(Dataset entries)
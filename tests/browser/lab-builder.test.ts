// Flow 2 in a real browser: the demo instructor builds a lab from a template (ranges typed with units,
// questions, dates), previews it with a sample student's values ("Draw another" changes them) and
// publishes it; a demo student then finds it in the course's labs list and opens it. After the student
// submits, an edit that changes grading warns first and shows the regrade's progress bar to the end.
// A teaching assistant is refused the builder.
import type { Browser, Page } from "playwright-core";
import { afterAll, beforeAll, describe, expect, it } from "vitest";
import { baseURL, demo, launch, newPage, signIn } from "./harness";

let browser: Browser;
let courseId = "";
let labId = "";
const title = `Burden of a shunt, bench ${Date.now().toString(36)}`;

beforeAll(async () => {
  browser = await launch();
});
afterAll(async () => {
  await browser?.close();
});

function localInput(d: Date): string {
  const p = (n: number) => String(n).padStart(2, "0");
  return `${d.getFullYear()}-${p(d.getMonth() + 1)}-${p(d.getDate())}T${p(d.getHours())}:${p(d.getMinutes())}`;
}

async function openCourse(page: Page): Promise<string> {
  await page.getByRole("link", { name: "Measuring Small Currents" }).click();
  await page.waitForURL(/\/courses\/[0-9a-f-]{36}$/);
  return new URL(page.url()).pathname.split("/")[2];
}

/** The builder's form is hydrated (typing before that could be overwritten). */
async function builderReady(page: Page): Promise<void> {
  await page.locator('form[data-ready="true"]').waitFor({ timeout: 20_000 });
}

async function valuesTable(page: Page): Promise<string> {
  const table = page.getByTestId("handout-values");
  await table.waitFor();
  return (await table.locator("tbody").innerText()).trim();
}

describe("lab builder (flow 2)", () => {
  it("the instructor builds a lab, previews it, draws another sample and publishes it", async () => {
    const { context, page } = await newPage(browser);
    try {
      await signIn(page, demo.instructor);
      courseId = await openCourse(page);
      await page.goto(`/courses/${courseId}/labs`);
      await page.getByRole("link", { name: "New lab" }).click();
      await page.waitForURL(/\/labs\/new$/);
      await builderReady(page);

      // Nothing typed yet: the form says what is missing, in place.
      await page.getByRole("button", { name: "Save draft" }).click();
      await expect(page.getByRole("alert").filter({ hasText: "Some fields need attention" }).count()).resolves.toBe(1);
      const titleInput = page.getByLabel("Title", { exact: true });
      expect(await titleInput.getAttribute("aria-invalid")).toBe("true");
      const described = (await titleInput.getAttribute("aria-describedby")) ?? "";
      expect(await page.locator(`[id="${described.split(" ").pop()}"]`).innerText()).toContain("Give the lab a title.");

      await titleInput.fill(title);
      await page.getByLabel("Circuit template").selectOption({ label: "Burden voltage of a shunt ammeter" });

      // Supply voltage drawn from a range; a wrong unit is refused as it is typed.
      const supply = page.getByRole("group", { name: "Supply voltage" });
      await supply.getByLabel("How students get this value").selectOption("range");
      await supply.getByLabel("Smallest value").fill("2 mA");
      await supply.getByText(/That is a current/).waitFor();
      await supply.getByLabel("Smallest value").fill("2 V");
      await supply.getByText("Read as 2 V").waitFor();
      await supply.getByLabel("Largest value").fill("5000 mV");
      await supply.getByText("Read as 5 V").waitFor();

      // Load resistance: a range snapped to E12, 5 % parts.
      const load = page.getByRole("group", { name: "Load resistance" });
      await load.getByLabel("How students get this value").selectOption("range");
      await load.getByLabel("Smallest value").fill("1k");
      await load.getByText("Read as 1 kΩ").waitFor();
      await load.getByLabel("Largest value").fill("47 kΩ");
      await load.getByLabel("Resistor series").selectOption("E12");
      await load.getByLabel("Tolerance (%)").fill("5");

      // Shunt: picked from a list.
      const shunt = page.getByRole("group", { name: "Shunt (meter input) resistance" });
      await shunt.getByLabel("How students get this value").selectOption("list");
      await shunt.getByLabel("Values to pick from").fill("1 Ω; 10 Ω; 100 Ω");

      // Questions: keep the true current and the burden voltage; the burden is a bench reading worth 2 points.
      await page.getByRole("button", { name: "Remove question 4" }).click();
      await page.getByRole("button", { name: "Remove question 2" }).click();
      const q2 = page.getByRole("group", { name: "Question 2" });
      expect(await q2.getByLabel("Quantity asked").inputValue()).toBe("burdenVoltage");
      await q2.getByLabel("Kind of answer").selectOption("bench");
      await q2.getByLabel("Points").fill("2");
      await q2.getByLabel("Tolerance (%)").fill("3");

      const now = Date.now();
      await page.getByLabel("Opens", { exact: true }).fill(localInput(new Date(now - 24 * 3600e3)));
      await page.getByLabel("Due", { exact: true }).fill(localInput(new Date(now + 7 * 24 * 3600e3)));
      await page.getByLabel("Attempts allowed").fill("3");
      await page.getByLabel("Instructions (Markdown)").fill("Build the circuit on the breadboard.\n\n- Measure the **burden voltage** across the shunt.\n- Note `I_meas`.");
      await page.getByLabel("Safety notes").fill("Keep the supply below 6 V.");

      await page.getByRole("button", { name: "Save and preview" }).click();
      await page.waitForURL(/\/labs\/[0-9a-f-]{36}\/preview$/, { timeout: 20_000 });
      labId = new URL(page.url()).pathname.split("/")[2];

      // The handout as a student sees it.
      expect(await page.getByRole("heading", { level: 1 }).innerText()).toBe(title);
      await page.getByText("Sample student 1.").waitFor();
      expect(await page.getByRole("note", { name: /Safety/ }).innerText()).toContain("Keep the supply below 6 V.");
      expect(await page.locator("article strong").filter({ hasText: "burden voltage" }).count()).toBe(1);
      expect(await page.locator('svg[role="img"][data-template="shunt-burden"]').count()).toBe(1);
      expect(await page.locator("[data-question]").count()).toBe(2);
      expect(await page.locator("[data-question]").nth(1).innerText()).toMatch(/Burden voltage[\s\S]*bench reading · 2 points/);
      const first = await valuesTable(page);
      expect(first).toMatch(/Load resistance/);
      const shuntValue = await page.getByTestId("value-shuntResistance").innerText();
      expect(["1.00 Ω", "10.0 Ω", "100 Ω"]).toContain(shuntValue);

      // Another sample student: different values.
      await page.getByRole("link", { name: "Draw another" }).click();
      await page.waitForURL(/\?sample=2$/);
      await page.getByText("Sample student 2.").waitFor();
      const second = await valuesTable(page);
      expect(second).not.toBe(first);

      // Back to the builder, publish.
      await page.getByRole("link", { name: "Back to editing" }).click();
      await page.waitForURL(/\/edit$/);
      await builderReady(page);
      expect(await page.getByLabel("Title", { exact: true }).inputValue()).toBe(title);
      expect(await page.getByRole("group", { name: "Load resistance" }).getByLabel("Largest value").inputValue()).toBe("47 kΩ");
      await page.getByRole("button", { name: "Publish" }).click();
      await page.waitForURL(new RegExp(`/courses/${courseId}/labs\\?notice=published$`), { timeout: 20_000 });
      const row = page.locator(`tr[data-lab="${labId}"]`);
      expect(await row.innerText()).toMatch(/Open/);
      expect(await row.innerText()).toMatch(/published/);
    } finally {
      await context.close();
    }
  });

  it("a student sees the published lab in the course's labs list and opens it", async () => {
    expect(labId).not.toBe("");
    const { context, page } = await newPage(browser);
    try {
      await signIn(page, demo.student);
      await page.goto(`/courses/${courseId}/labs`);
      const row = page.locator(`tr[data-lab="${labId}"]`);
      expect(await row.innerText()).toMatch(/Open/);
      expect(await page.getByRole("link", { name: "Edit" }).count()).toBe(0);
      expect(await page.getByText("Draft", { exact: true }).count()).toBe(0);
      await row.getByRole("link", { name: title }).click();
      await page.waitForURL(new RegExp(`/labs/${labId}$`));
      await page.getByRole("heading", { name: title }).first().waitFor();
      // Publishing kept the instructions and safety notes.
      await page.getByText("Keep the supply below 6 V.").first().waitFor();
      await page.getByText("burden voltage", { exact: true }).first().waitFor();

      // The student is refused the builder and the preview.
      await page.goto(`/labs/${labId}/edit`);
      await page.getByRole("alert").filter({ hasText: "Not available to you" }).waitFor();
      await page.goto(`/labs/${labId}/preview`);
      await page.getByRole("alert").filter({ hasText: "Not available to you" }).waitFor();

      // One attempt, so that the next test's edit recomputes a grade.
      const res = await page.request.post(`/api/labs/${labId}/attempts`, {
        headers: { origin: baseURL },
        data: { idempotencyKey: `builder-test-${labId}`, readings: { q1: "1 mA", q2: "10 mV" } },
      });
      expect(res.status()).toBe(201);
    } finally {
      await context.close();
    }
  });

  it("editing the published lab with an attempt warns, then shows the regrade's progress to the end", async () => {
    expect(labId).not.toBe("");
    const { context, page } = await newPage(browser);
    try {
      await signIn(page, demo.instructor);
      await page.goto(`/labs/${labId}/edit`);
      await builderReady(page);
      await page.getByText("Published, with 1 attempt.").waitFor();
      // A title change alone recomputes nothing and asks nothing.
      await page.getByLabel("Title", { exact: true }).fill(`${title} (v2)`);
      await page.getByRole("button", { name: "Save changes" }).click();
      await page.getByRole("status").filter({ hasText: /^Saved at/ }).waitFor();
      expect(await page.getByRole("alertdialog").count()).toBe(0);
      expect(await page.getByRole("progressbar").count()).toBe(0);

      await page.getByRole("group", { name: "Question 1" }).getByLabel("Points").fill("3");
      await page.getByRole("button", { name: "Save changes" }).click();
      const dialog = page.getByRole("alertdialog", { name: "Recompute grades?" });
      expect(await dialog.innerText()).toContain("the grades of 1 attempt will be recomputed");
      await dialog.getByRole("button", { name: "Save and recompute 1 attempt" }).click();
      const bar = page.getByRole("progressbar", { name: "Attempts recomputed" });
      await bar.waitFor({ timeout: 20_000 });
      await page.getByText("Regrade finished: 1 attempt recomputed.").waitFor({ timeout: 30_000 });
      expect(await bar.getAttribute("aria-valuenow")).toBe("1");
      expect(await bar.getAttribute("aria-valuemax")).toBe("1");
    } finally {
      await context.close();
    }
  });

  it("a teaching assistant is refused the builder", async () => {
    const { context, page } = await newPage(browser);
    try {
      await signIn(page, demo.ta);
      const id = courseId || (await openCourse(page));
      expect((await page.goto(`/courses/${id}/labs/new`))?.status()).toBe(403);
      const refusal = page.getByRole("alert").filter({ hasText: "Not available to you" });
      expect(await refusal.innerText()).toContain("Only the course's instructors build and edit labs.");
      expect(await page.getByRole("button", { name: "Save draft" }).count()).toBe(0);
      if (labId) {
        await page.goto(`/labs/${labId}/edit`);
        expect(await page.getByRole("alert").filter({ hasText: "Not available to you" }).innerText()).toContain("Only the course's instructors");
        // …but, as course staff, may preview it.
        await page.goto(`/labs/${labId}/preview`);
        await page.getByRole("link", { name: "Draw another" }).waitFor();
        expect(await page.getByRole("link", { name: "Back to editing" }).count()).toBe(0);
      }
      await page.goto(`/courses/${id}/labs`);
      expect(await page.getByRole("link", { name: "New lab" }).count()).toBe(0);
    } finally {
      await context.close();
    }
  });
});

■ What the task requires
Return every line above in which the string "described" occurs.

■ Answer for the task
      const described = (await titleInput.getAttribute("aria-describedby")) ?? "";
      expect(await page.locator(`[id="${described.split(" ").pop()}"]`).innerText()).toContain("Give the lab a title.");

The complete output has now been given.